Updated 988 Suicide & Crisis Lifeline caller experience results in more people being connected to a counselor
Strengthening crisis care and suicide prevention infrastructure — including improving the efficacy of the 988 Suicide & Crisis Lifeline (“988”) — is a high priority for the Substance Abuse and Mental Health Services Administration (SAMHSA). From April to July 2023, approximately 44% of the estimated 1.8 million calls made to 988 were abandoned before the call was routed to a local call center; 11% of remaining calls were abandoned while waiting to be connected to a counselor.
We collaborated with SAMHSA and the national administrator of the 988 system to develop an intervention designed to decrease abandonment of calls by updating the caller experience. The intervention changed the message script and voice recording during the initial integrated voice response, and the script, voice recording, and music that callers hear while waiting to be connected to a counselor. We evaluated the program change with a cluster randomized trial in which 393,789 calls from 200,253 unique phone numbers were randomly assigned to hear the existing version or the updated version of the integrated voice response.

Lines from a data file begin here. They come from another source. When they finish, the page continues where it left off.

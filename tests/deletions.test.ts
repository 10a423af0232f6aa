/**
 * Deletion variants (src/kb/deletions.ts), checked against their definition: the variants of a
 * token are exactly the strings obtained by deleting up to one (or two) of its characters,
 * enumerated here independently by choosing which positions to keep.
 */
import { describe, expect, it } from "vitest";
import {
  deletionVariants,
  tableDeletions,
  tableVariants,
  TWO_DELETION_MIN_LENGTH,
  twoDeletionVariants,
} from "../src/kb/deletions.js";

/** Every string made by deleting exactly the characters at one set of `k` positions, for k <= max. */
function byPositions(token: string, max: number): Set<string> {
  const out = new Set<string>();
  const n = token.length;
  for (let mask = 0; mask < 1 << n; mask++) {
    let dropped = 0;
    for (let i = 0; i < n; i++) if (mask & (1 << i)) dropped++;
    if (dropped > max) continue;
    let s = "";
    for (let i = 0; i < n; i++) if (!(mask & (1 << i))) s += token[i];
    out.add(s);
  }
  return out;
}

describe("deletion variants", () => {
  for (const token of ["pell", "harrow", "halstanmere", "aabba"]) {
    it(`of "${token}" are the strings with one or two characters deleted`, () => {
      expect(new Set(deletionVariants(token))).toEqual(byPositions(token, 1));
      expect(new Set(twoDeletionVariants(token))).toEqual(byPositions(token, 2));
    });
  }

  it("are two deep only for long tokens, and only when the vocabulary's budget allows", () => {
    const long = "x".repeat(TWO_DELETION_MIN_LENGTH - 1) + "y";
    expect(tableVariants(long, 2)).toEqual(twoDeletionVariants(long));
    expect(tableVariants("pell", 2)).toEqual(deletionVariants("pell"));
    expect(tableVariants("halstanmere", 1)).toEqual(deletionVariants("halstanmere"));
    // halstanmere: at most 1 + 11 + 55 = 67 variants, pell 5 (72 in all); "ab" is not indexed.
    expect(tableDeletions(["halstanmere", "pell", "ab"], 72)).toBe(2);
    expect(tableDeletions(["halstanmere", "pell", "ab"], 71)).toBe(1);
  });
});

During the 4-week evaluation period the updated integrated voice response resulted in approximately 1,400 additional calls being answered by a counselor, representing a statistically significant 0.7 percentage point increase in answered calls. This effect implies that if all calls to 988 were exposed to the updated IVR over a 12-month period, reaching about 5.9 million calls, an additional 36,000 calls would be connected to a counselor.
As of January 2024, SAMHSA has implemented the updated caller experience for all callers.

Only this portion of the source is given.